▶ [EXERCISE]
A verbatim transcription of every record below is required.

=== Begin Enclosure ===

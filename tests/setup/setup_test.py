"""Runs .ci/setup with stand-ins for dpkg-query, apt-get and sudo, so that nothing is installed by a test.

    setup_test.py SETUP
"""
import os
import pathlib
import subprocess
import sys
import tempfile
import unittest

SETUP = pathlib.Path(sys.argv.pop(1))
NOBODY = 65534

# Each stand-in notes how it was called. dpkg-query knows the packages named in $MISSING to be absent.
STAND_INS = {
    "dpkg-query": 'for last; do :; done\ncase " $MISSING " in *" $last "*) exit 1 ;; esac\necho installed\n',
    "apt-get": 'echo "apt-get $*" >>"$CALLS"\nexit "${APT_STATUS:-0}"\n',
    "sudo": 'test -n "$SUDO_ALLOWED" || exit 1\ntest "$1" = -n && shift\necho "sudo $1" >>"$CALLS"\nexec "$@"\n',
}


class Setup(unittest.TestCase):
    def setUp(self):
        folder = tempfile.TemporaryDirectory()
        self.addCleanup(folder.cleanup)
        self.folder = pathlib.Path(folder.name)
        self.folder.chmod(0o777)
        for name, body in STAND_INS.items():
            (self.folder / name).write_text("#!/bin/sh\n" + body, encoding="ascii")
            (self.folder / name).chmod(0o755)
        # A copy, because nobody may have no way into the folder of the project.
        (self.folder / "setup").write_bytes(SETUP.read_bytes())
        self.calls = self.folder / "calls"
        self.calls.touch()
        self.calls.chmod(0o666)

    def run_setup(self, *arguments, missing="", as_root=False, sudo=False, apt_status=0):
        environment = {
            "PATH": f"{self.folder}:/usr/bin:/bin",
            "MISSING": missing,
            "CALLS": str(self.calls),
            "APT_STATUS": str(apt_status),
            "SUDO_ALLOWED": "yes" if sudo else "",
        }
        if as_root and os.geteuid() != 0:
            self.skipTest("needs root")
        user = NOBODY if os.geteuid() == 0 and not as_root else None
        command = ["bash", str(self.folder / "setup"), *arguments]
        run = subprocess.run(
            command, env=environment, user=user, capture_output=True, text=True, cwd=self.folder, check=False
        )
        return run, self.calls.read_text(encoding="ascii").splitlines()

    def test_nothing_is_done_when_all_is_there(self):
        for purpose in ("build", "tests"):
            run, calls = self.run_setup(purpose)
            self.assertEqual((run.returncode, calls, run.stdout, run.stderr), (0, [], "", ""))

    def test_root_installs_what_is_missing_and_no_more(self):
        run, calls = self.run_setup("tests", missing="zstd libfmt-dev", as_root=True)
        self.assertEqual((run.returncode, run.stdout), (0, ""), run.stderr)
        self.assertEqual(len(calls), 2)
        self.assertTrue(calls[0].endswith(" update"), calls)
        self.assertTrue(calls[1].endswith(" install --no-install-recommends libfmt-dev zstd"), calls)

    def test_sudo_is_used_where_it_asks_for_no_password(self):
        run, calls = self.run_setup("build", missing="cmake", sudo=True)
        self.assertEqual(run.returncode, 0, run.stderr)
        self.assertEqual(sum(call.startswith("apt-get") for call in calls), 2)
        self.assertTrue(calls[-1].endswith("install --no-install-recommends cmake"), calls)

    def test_others_are_told_the_command(self):
        run, calls = self.run_setup("build", missing="cmake g++")
        self.assertEqual((run.returncode, calls), (2, []), run.stderr)
        self.assertIn("apt-get install --no-install-recommends g++ cmake\n", run.stdout)

    def test_building_does_without_the_packages_of_the_tests(self):
        run, calls = self.run_setup("build", missing="doctest-dev")
        self.assertEqual((run.returncode, calls), (0, []), run.stderr)

    def test_a_failed_installation_is_no_success(self):
        run, _ = self.run_setup("build", missing="cmake", sudo=True, apt_status=100)
        self.assertEqual(run.returncode, 100)

    def test_the_purpose_must_be_said(self):
        for arguments in ((), ("everything",)):
            run, calls = self.run_setup(*arguments)
            self.assertEqual((run.returncode, calls), (2, []))
            self.assertIn(".ci/setup tests", run.stderr)


if __name__ == "__main__":
    unittest.main()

=== End Enclosure ===

▶ [EXERCISE OUTPUT]
filename tests/setup/setup_test.py
"""Runs .ci/setup with stand-ins for dpkg-query, apt-get and sudo, so that nothing is installed by a test.

    setup_test.py SETUP
"""
import os
import pathlib
import subprocess
import sys
import tempfile
import unittest

SETUP = pathlib.Path(sys.argv.pop(1))
NOBODY = 65534

# Each stand-in notes how it was called. dpkg-query knows the packages named in $MISSING to be absent.
STAND_INS = {
    "dpkg-query": 'for last; do :; done\ncase " $MISSING " in *" $last "*) exit 1 ;; esac\necho installed\n',
    "apt-get": 'echo "apt-get $*" >>"$CALLS"\nexit "${APT_STATUS:-0}"\n',
    "sudo": 'test -n "$SUDO_ALLOWED" || exit 1\ntest "$1" = -n && shift\necho "sudo $1" >>"$CALLS"\nexec "$@"\n',
}


class Setup(unittest.TestCase):
    def setUp(self):
        folder = tempfile.TemporaryDirectory()
        self.addCleanup(folder.cleanup)
        self.folder = pathlib.Path(folder.name)
        self.folder.chmod(0o777)
        for name, body in STAND_INS.items():
            (self.folder / name).write_text("#!/bin/sh\n" + body, encoding="ascii")
            (self.folder / name).chmod(0o755)
        # A copy, because nobody may have no way into the folder of the project.
        (self.folder / "setup").write_bytes(SETUP.read_bytes())
        self.calls = self.folder / "calls"
        self.calls.touch()
        self.calls.chmod(0o666)

    def run_setup(self, *arguments, missing="", as_root=False, sudo=False, apt_status=0):
        environment = {
            "PATH": f"{self.folder}:/usr/bin:/bin",
            "MISSING": missing,
            "CALLS": str(self.calls),
            "APT_STATUS": str(apt_status),
            "SUDO_ALLOWED": "yes" if sudo else "",
        }
        if as_root and os.geteuid() != 0:
            self.skipTest("needs root")
        user = NOBODY if os.geteuid() == 0 and not as_root else None
        command = ["bash", str(self.folder / "setup"), *arguments]
        run = subprocess.run(
            command, env=environment, user=user, capture_output=True, text=True, cwd=self.folder, check=False
        )
        return run, self.calls.read_text(encoding="ascii").splitlines()

    def test_nothing_is_done_when_all_is_there(self):
        for purpose in ("build", "tests"):
            run, calls = self.run_setup(purpose)
            self.assertEqual((run.returncode, calls, run.stdout, run.stderr), (0, [], "", ""))

    def test_root_installs_what_is_missing_and_no_more(self):
        run, calls = self.run_setup("tests", missing="zstd libfmt-dev", as_root=True)
        self.assertEqual((run.returncode, run.stdout), (0, ""), run.stderr)
        self.assertEqual(len(calls), 2)
        self.assertTrue(calls[0].endswith(" update"), calls)
        self.assertTrue(calls[1].endswith(" install --no-install-recommends libfmt-dev zstd"), calls)

    def test_sudo_is_used_where_it_asks_for_no_password(self):
        run, calls = self.run_setup("build", missing="cmake", sudo=True)
        self.assertEqual(run.returncode, 0, run.stderr)
        self.assertEqual(sum(call.startswith("apt-get") for call in calls), 2)
        self.assertTrue(calls[-1].endswith("install --no-install-recommends cmake"), calls)

    def test_others_are_told_the_command(self):
        run, calls = self.run_setup("build", missing="cmake g++")
        self.assertEqual((run.returncode, calls), (2, []), run.stderr)
        self.assertIn("apt-get install --no-install-recommends g++ cmake\n", run.stdout)

    def test_building_does_without_the_packages_of_the_tests(self):
        run, calls = self.run_setup("build", missing="doctest-dev")
        self.assertEqual((run.returncode, calls), (0, []), run.stderr)

    def test_a_failed_installation_is_no_success(self):
        run, _ = self.run_setup("build", missing="cmake", sudo=True, apt_status=100)
        self.assertEqual(run.returncode, 100)

    def test_the_purpose_must_be_said(self):
        for arguments in ((), ("everything",)):
            run, calls = self.run_setup(*arguments)
            self.assertEqual((run.returncode, calls), (2, []))
            self.assertIn(".ci/setup tests", run.stderr)


if __name__ == "__main__":
    unittest.main()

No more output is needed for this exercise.